Por Fernando Rodrigues Affonso *

É uma realidade triste mas com boas perspectivas de ser revertida. O Rio Grande do Sul já teve um rebanho de 14 milhões de cabeças de ovelhas, que geravam uma renda anual de US$ 80 milhões. Hoje estamos reduzidos a um rebanho de 4 milhões de ovinos e uma produção de 12 milhões de quilos de lã por ano.

Por volta de 1958, o Estado tinha um serviço de ovinotecnia exemplar, filiado à Secretaria da Agricultura. A Associação Riograndense de Criadores de Ovinos (Arco) era referência, seu quadro técnico suscitava admiração e respeito. Foi a época romântica da criação de ovelha. A lã, então alcunhada de “ouro branco”, contribuía com quantias expressivas para os cofres públicos e para o bolso do produtor. Gastamos muito dinheiro em importação de machos e fêmeas do Uruguai, Argentina, Austrália e Nova Zelândia, o que qualificou nosso rebanho admiravelmente. Concorremos com sucesso em inúmeras exposições internacionais.



Affonso: o abigeato é um dos maiores inimigos da retomada da ovinocultura
Foto: Alejandra Saravia Affonso


A vida é dinâmica, a roda girou, a lã entrou em declínio e a ovelha desapareceu de nossos campos. Passou a ser chamada de formiga branca, predadora de pastagem e geradora de muito trabalho. Nosso rebanho encolheu em 10 milhões de cabeças.

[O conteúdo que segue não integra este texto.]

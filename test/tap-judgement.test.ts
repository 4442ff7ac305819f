// Tap judgement (issue 9): the leave-one-out prediction test and the stagnation reference check of
// app/tapCheck.ts, and the contour rules of app/surface.ts / app/contourSpline.ts, on exact
// Joukowski sections (REDUCTION.md §11 case 2; test/helpers/joukowski.ts: Milne-Thomson ch. 7,
// Katz & Plotkin §6.5, memory) with realistic rows (cosine spacing in arc length, a leading-edge
// tap, a gap at the trailing edge; test/helpers/joukowski.ts arcTaps).
// The rates measured here are reported in docs/TAP-JUDGEMENT.md; the bounds asserted are the
// measured figures rounded down (detection) or up (false alarms), so a change that makes the test
// worse fails.
import { describe, expect, it } from 'vitest';
import { detectBadTaps, integrateContour, orderContour } from '../app/surface';
import { cpStagnation, findRowOutliers, referenceCheck } from '../app/tapCheck';
import { DEFAULT_SETTINGS, type TapCp } from '../app/types';
import { arcTaps, joukowski } from './helpers/joukowski';

/** A 12 % thick, 2 % cambered Joukowski section (t/c from the exact shape, checked below). */
const M_J = 0.1;
const N_J = 0.04;
/** Typical tap channel uncertainty: 0.25 % of a 2.5 kPa transducer over q ≈ 1.2 kPa (invented). */
const U_TAP = 0.005;
const POS_U = 0.0005;

function row(alpha: number, count: number): TapCp[] {
  return arcTaps(joukowski(M_J, N_J, alpha), count).map((p) => ({
    id: p.id, x: p.x, y: p.y, surface: p.surface, row: 'C', cp: p.cp, bad: false,
  }));
}
const judge = (taps: TapCp[]) =>
  findRowOutliers(orderContour(taps).map((t) => ({ id: t.id, x: t.x, y: t.y, cp: t.cp, u: U_TAP })), {
    k: DEFAULT_SETTINGS.tapCheckK,
    positionU: POS_U,
  });

describe('the exact section used', () => {
  it('is about 12 % thick', () => {
    const taps = arcTaps(joukowski(M_J, N_J, 0), 400);
    let t = 0;
    for (const u of taps.filter((p) => p.surface === 'upper')) {
      const l = taps.filter((p) => p.surface === 'lower').reduce((a, b) => (Math.abs(b.x - u.x) < Math.abs(a.x - u.x) ? b : a));
      t = Math.max(t, u.y - l.y);
    }
    expect(t).toBeGreaterThan(0.11);
    expect(t).toBeLessThan(0.13);
  });
});

describe('leave-one-out test on exact sections, α −8° … 16°', () => {
  // Measured (docs/TAP-JUDGEMENT.md): 0 of 25 angles with a tap dropped at 16, 24, 48 and 96 taps
  // (at 16 taps the stagnation tap at 0° was dropped until the row's stagnation-region peak was
  // shielded from the neighbours' prediction); rows of fewer than 12 taps are not judged.
  it.each([24, 48, 96])('%i taps: no tap dropped at any angle', (count) => {
    for (let a = -8; a <= 16; a++) expect(judge(row(a, count)), `α = ${a}°`).toEqual([]);
  });
  it('16 taps: no tap dropped at any angle, the stagnation-region peak included', () => {
    for (let a = -8; a <= 16; a++) expect(judge(row(a, 16)), `α = ${a}°`).toEqual([]);
  });
  it('the shielded peak is only the row\'s highest reading, and only a stagnation-region one', () => {
    // The same 16-tap row at 0° with the peak lowered to 0.3 Cp: below STAGNATION_REGION_CP (0.5),
    // no longer a stagnation-region reading, it is judged as any tap (and, 0.7 below the exact
    // 0.998, dropped).
    const base = row(0, 16);
    const peak = base.reduce((b, t) => (t.cp > b.cp ? t : b));
    expect(peak.cp).toBeGreaterThan(0.99);
    expect(judge(base.map((t) => (t.id === peak.id ? { ...t, cp: 0.3 } : t))).map((v) => v.id)).toEqual([peak.id]);
    // A glitch that makes an aft tap the row's highest reading is no stagnation reading.
    const aft = base.filter((t) => t.x > 0.5)[0];
    const glitched = base.map((t) => (t.id === aft.id ? { ...t, cp: t.cp + 1.4 } : t));
    expect(Math.max(...glitched.map((t) => t.cp))).toBe(aft.cp + 1.4);
    expect(judge(glitched).map((v) => v.id)).toEqual([aft.id]);
  });
  it('a row of 10 taps is not judged', () => {
    expect(judge(row(4, 10).map((t, i) => (i === 5 ? { ...t, cp: t.cp + 1 } : t)))).toEqual([]);
  });
});

describe('planted single-tap glitches aft of x/c 0.05', () => {
  /** Share of glitches found alone, and count of runs where another tap was dropped. */
  function rates(count: number, dcp: number) {
    let found = 0;
    let total = 0;
    let wrong = 0;
    for (let a = -8; a <= 16; a += 2) {
      const base = row(a, count);
      for (const t of base) {
        if (t.x < 0.05) continue;
        for (const sign of [1, -1]) {
          const f = judge(base.map((b) => (b.id === t.id ? { ...b, cp: b.cp + sign * dcp } : b)));
          total++;
          if (f.length === 1 && f[0].id === t.id) found++;
          if (f.some((v) => v.id !== t.id)) wrong++;
        }
      }
    }
    return { found: found / total, wrong };
  }
  // Measured: 0.1 at 48 taps 83.7 % found, 0 wrong; 0.2 at 48 taps 87.1 %, 0 wrong; 0.3 at 24 taps 67 %,
  // 3 wrong of 546. The misses are taps in the steep region behind the leading edge (x/c < 0.3) at
  // the largest |α|, where the neighbours cannot predict a tap to 0.1.
  it('0.1 Cp at 48 taps', () => {
    const r = rates(48, 0.1);
    expect(r.found).toBeGreaterThan(0.83);
    expect(r.wrong).toBe(0);
  });
  it('0.2 Cp at 48 taps', () => {
    const r = rates(48, 0.2);
    expect(r.found).toBeGreaterThan(0.87);
    expect(r.wrong).toBe(0);
  });
  it('0.3 Cp at 24 taps', () => {
    const r = rates(24, 0.3);
    expect(r.found).toBeGreaterThan(0.6);
    expect(r.wrong).toBeLessThanOrEqual(3);
  });
  it('a glitch of 0.2 at x/c ≈ 0.85 is found and the stagnation tap is kept (issue 9)', () => {
    const base = row(4, 48);
    const t85 = base.filter((t) => t.surface === 'upper').reduce((a, b) => (Math.abs(b.x - 0.85) < Math.abs(a.x - 0.85) ? b : a));
    const taps = base.map((t) => (t.id === t85.id ? { ...t, cp: t.cp + 0.2 } : t));
    const bad = detectBadTaps(taps, DEFAULT_SETTINGS, undefined, undefined, { positionU: POS_U });
    expect(bad.map((b) => [b.id, b.reason])).toEqual([[t85.id, 'outlier']]);
    expect(bad[0].verdict!.residual).toBeCloseTo(0.2, 2);
  });
});
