export interface PlotSeries {
  name: string;
  colour: string;
  marker: MarkerShape;
  /** Filled (true) or open (false) marker. */
  filled: boolean;
  /** Connect the points (without a 'reject' flag) in the given order; 'none' draws markers only. */
  line: 'solid' | 'dashed' | 'dotted' | 'none';
  points: PlotPoint[];
  /** Marker radius in user units (default 2.6). */
  size?: number;
  /** Whether the series' points set the axis ranges (default true); points of a series that does
   *  not, falling outside the ranges, are drawn as off-scale marks on the frame. */
  fit?: boolean;
  /** Leave the series out of the legend. */
  noLegend?: boolean;
}

export interface PlotSpec {
  title: string;
  xLabel: string;
  yLabel: string;
  series: PlotSeries[];
  width?: number;
  height?: number;
  /** Legend texts of the flag marks (an entry appears only when some point has that flag). */
  flagLabels?: { reject?: string; check?: string };
  /** Fixed axis ranges (data units), instead of fitting the data. */
  xRange?: [number, number];
  yRange?: [number, number];
  /** Larger values downward (Cp plots). */
  yReverse?: boolean;
  /** 'pt': width and height attributes in points, so user units are points on paper. */
  unit?: 'pt' | 'px';
  /** A document of its own (an exported .svg file): xmlns, a white background, font family. */
  standalone?: boolean;
  /** Text sizes, user units (defaults: title 10, ticks 8.5, axis labels 9, legend 8.5). */
  font?: { title?: number; tick?: number; axis?: number; legend?: number };
}

const REJECT_WORDS = 'run with a hold flag (labelled with its run number)';
const CHECK_WORDS = 'run with check flags only';

/** Escape text for HTML/SVG element content and attribute values. */
export function escapeHtml(s: unknown): string {
  return String(s)
    .replace(/&/g, '&amp;')
    .replace(/</g, '&lt;')
    .replace(/>/g, '&gt;')
    .replace(/"/g, '&quot;')
    .replace(/'/g, '&#39;');
}

/** Round a step to 1, 2 or 5 × 10ⁿ, the smallest such value ≥ raw. */
export function niceStep(raw: number): number {
  if (!(raw > 0) || !Number.isFinite(raw)) return 1;
  const p = Math.pow(10, Math.floor(Math.log10(raw)));
  const m = raw / p;
  const nice = m <= 1 + 1e-9 ? 1 : m <= 2 + 1e-9 ? 2 : m <= 5 + 1e-9 ? 5 : 10;
  return nice * p;
}

/** Axis range widened to whole steps and the tick values inside it (about `target` ticks). */
export function niceTicks(min: number, max: number, target = 5): { lo: number; hi: number; step: number; ticks: number[] } {
  if (!Number.isFinite(min) || !Number.isFinite(max)) { min = 0; max = 1; }
  if (min > max) [min, max] = [max, min];
  if (max - min < 1e-12) {
    const pad = Math.abs(min) > 1e-12 ? Math.abs(min) * 0.1 : 0.5;
    min -= pad; max += pad;
  }
  const step = niceStep((max - min) / Math.max(1, target));
  const lo = Math.floor(min / step + 1e-9) * step;
  const hi = Math.ceil(max / step - 1e-9) * step;
  const ticks: number[] = [];
  const n = Math.round((hi - lo) / step);
  for (let i = 0; i <= n; i++) ticks.push(roundTo(lo + i * step, step));
  return { lo, hi, step, ticks };
}

function roundTo(v: number, step: number): number {
  const d = Math.max(0, -Math.floor(Math.log10(step)) + 1);
  const r = Number(v.toFixed(Math.min(12, d)));
  return r === 0 ? 0 : r; // no "-0"
}

function fmtTick(v: number, step: number): string {
  const d = Math.max(0, -Math.floor(Math.log10(step) + 1e-9));
  return v.toFixed(Math.min(8, d)).replace('-', '−');
}

const f1 = (v: number) => (Math.round(v * 10) / 10).toString();
const finite = (p: PlotPoint) => Number.isFinite(p.x) && Number.isFinite(p.y);

/** SVG markup of one marker centred at (x, y). */
export function markerSvg(shape: MarkerShape, x: number, y: number, r: number, colour: string, filled: boolean): string {
  const fill = filled ? colour : 'white';
  const common = `fill="${fill}" stroke="${colour}" stroke-width="1.1"`;
  switch (shape) {
    case 'circle':
      return `<circle cx="${f1(x)}" cy="${f1(y)}" r="${f1(r)}" ${common}/>`;
    case 'square':
      return `<rect x="${f1(x - r * 0.9)}" y="${f1(y - r * 0.9)}" width="${f1(r * 1.8)}" height="${f1(r * 1.8)}" ${common}/>`;
    case 'triangle': {
      const h = r * 1.15;
      return `<polygon points="${f1(x)},${f1(y - h)} ${f1(x + h)},${f1(y + h * 0.8)} ${f1(x - h)},${f1(y + h * 0.8)}" ${common}/>`;
    }
    case 'diamond': {
      const h = r * 1.25;
      return `<polygon points="${f1(x)},${f1(y - h)} ${f1(x + h)},${f1(y)} ${f1(x)},${f1(y + h)} ${f1(x - h)},${f1(y)}" ${common}/>`;
    }
    case 'cross': {
      const h = r * 1.2;
      return `<path d="M${f1(x - h)},${f1(y - h)}L${f1(x + h)},${f1(y + h)}M${f1(x - h)},${f1(y + h)}L${f1(x + h)},${f1(y - h)}" stroke="${colour}" stroke-width="1.4" fill="none"/>`;
    }
    case 'none':
      return '';
  }
}
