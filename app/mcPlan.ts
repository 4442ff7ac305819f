// Monte Carlo plan of one run (REDUCTION.md §9): the outputs of the uncertainty — corrected cl, cd,
// cd_p, cm_c/4, the wall-momentum cl_mom on the corrected basis and the corrected circulations
// (surface pressures and wall momentum by Kutta–Joukowski Γ = ½ V c cl, and the wall line
// integral), with the reduction's own errors of the draw (app/reductionErrors.ts `adj`) — by
// the SAME model as runCore in app/reduce.ts, through the same formula functions (freeStream,
// contourIntegrals, jonesTerm/jonesIntegral, angleFluxTerm/angleFluxIntegral, momentumCl,
// speedRatio, wallCorrections, adjustedCorrection, applyCorrections, correctedLift) and the same
// interpolation arithmetic
// (linearStencil/applyStencil reproduce interpLinear). What does not change between draws is found
// once per run: the channel index of every input in one Float64Array of drawn values, the main-row
// taps in nominal contour order, the rake probes sorted by y with their static- and cpt-interpolation
// stencils, the wall grid with its stencils into each wall. A draw is then plain arithmetic on typed
// arrays, with no sorting of anything fixed and no per-tap objects.
// - Tap x/c are perturbed per draw, so taps closer together than the perturbation (at the leading
//   edge) can change places. Each surface of the main row is re-sorted every draw by orderContour's
//   own comparison (compareUpper/compareLower: x, then y, then id; the remaining ties, which
//   orderContour's stable sort leaves in input order, in input order here too), by insertion sort
//   from the nominal order, so the contour is always the one runCore integrates.
// - Only the main row enters these outputs: the other spanwise rows (completeRow) feed only the
//   span loading, which the Monte Carlo does not report. With finite, bounded inputs they cannot
//   make runCore fail (their structure — surfaces, bad taps — is that of the nominal pass).
// - evalMcPlan returns false for a draw the plan does not cover (a non-finite or huge value,
//   p ≤ 0, q∞ ≤ 0, V∞ not positive, a non-finite output); the caller then runs runCore for that
//   draw, which gives its value or its error by the model's own definition.
// Equivalence with runCore draw by draw is checked in test/mc-fast.test.ts (common practice, no
// source).

import { freeStream } from './air';
import { applyCorrections, wallCorrections } from './corrections';
import { correctionOf, type CorrectionPlan } from './correctionChoice';
import { signatureInterference, type SignaturePlan } from './wallSignature';
import { ADJ, adjustedCorrection, correctedLift } from './reductionErrors';
import { applyStencil, linearStencil, trapezoid } from './quadrature';
import { compareUpper, contourIntegrals, type ContourRule, type RowShape, type RowShapeArrays } from './surface';
import type { Coefficients, RunInfo, Setup, Surface } from './types';
import { jonesIntegral, jonesTerm } from './wake';
import { angleFluxIntegral, angleFluxTerm, momentumCl, speedRatio, wallGrid } from './walls';
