"""A mesh's mass properties in its link's frame: scale, rotation, offset.

Checked against the handbook formula of a solid rectangular cuboid (sides a, b, c,
mass m: I_xx = m (b² + c²) / 12, I_yy = m (a² + c²) / 12, I_zz = m (a² + b²) / 12 about
its centre, box axes; any engineering handbook's table of solids) and against trimesh's
own mass properties of the same mesh moved and scaled by trimesh (the reference library).
"""

from __future__ import annotations

import math

import numpy as np
import pytest
import trimesh

from meshprops.errors import InputValueError
from meshprops.physics.link_frame import in_link_frame, scaled, with_mass
from meshprops.physics.mass import MassProperties
from meshprops.physics.rotations import rotation_from_rpy


def box_properties(sides, density, center=(0.0, 0.0, 0.0)) -> MassProperties:
    """Handbook cuboid: m = ρ a b c, I = m/12 diag(b²+c², a²+c², a²+b²) about its centre."""
    a, b, c = sides
    mass = density * a * b * c
    inertia = mass / 12.0 * np.diag([b * b + c * c, a * a + c * c, a * a + b * b])
    return MassProperties(mass, a * b * c, np.array(center, float), inertia)


def test_scaling_a_box_gives_the_box_of_scaled_sides():
    # A 100 x 40 x 20 mm box written in millimetres and scaled by 0.001 is the 0.1 x 0.04 x 0.02 m box.
    raw = box_properties((100.0, 40.0, 20.0), 2700.0, center=(50.0, 20.0, 10.0))
    result = scaled(raw, (0.001, 0.001, 0.001))
    expected = box_properties((0.1, 0.04, 0.02), 2700.0, center=(0.05, 0.02, 0.01))
    assert math.isclose(result.mass, expected.mass, rel_tol=1e-14)
    np.testing.assert_allclose(result.center_of_mass, expected.center_of_mass, rtol=1e-14)
    np.testing.assert_allclose(result.inertia_about_com, expected.inertia_about_com, rtol=1e-13, atol=0)


def test_non_uniform_and_mirror_scale_keep_the_box_formula():
    raw = box_properties((1.0, 2.0, 3.0), 10.0, center=(1.0, 1.0, 1.0))
    result = scaled(raw, (2.0, -0.5, 3.0))  # a mirror in y: the mass stays positive
    expected = box_properties((2.0, 1.0, 9.0), 10.0, center=(2.0, -0.5, 3.0))
    assert math.isclose(result.mass, expected.mass, rel_tol=1e-14)
    np.testing.assert_allclose(result.center_of_mass, expected.center_of_mass, rtol=1e-14)
    np.testing.assert_allclose(result.inertia_about_com, expected.inertia_about_com, rtol=1e-13, atol=1e-15)


def test_quarter_turn_about_z_swaps_the_box_moments():
    raw = box_properties((0.3, 0.1, 0.05), 1000.0, center=(0.15, 0.0, 0.0))
    quarter = rotation_from_rpy(0.0, 0.0, math.pi / 2)
    result = in_link_frame(raw, quarter, (0.0, 0.0, 0.2))
    # Box of sides (0.1, 0.3, 0.05) with its centre at R c + t = (0, 0.15, 0.2).
    expected = box_properties((0.1, 0.3, 0.05), 1000.0)
    np.testing.assert_allclose(result.center_of_mass, [0.0, 0.15, 0.2], atol=1e-15)
    np.testing.assert_allclose(result.inertia_about_com, expected.inertia_about_com, rtol=1e-12, atol=1e-18)


def test_general_placement_matches_trimesh_on_the_moved_mesh():
    sides = np.array([120.0, 45.0, 16.0])  # millimetres, corner at the origin
    mesh = trimesh.creation.box(extents=sides)
    mesh.apply_translation(sides / 2.0 + [7.0, -3.0, 11.0])
    raw = box_properties(sides, 1.0, center=sides / 2.0 + [7.0, -3.0, 11.0])
    scale = np.array([0.001, 0.001, 0.001])
    rotation = rotation_from_rpy(0.4, -1.1, 2.3)
    translation = np.array([0.03, -0.2, 0.05])
    result = in_link_frame(raw, rotation, translation, scale)

    reference = mesh.copy()
    reference.apply_scale(0.001)
    transform = np.eye(4)
    transform[:3, :3] = rotation
    transform[:3, 3] = translation
    reference.apply_transform(transform)
    reference.density = 1.0
    # trimesh: mass, center_mass and moment_inertia (about the centre of mass, tensor convention).
    assert math.isclose(result.mass, reference.mass, rel_tol=1e-12)
    np.testing.assert_allclose(result.center_of_mass, reference.center_mass, rtol=0, atol=1e-15)
    scale_of_tensor = np.abs(reference.moment_inertia).max()
    np.testing.assert_allclose(result.inertia_about_com, reference.moment_inertia, rtol=0, atol=1e-11 * scale_of_tensor)
    assert np.abs(reference.moment_inertia[0, 1]) > 1e-3 * scale_of_tensor  # the products are really tested


def test_with_mass_scales_the_inertia_with_the_mass():
    raw = box_properties((0.2, 0.1, 0.1), 1000.0)
    result = with_mass(raw, 0.5)
    expected = box_properties((0.2, 0.1, 0.1), 0.5 / 0.002)
    np.testing.assert_allclose(result.inertia_about_com, expected.inertia_about_com, rtol=1e-14)
    with pytest.raises(InputValueError):
        with_mass(raw, -1.0)


def test_zero_scale_is_refused():
    with pytest.raises(InputValueError):
        scaled(box_properties((1.0, 1.0, 1.0), 1.0), (1.0, 0.0, 1.0))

O Rio Grande do Sul precisa repensar o assunto ovinocultura. Embora insuficientemente explorada, a ovelha é uma vocação gaúcha e cada vez mais o negócio que melhor remunera dentro da pecuária. Os governos federal e estadual têm manifestado preocupação e buscam formas de estimular o setor. Temos linhas de crédito, como o Prodecap, que atendem as necessidades do ovelheiro, tanto no que diz respeito à aquisição de ventres e de carneiros como na construção e melhoria de instalações. Uma dezena de entidades estão envolvidas com o setor mas, ainda assim, me parece que falta um órgão que assuma a liderança com verdadeiro poder político.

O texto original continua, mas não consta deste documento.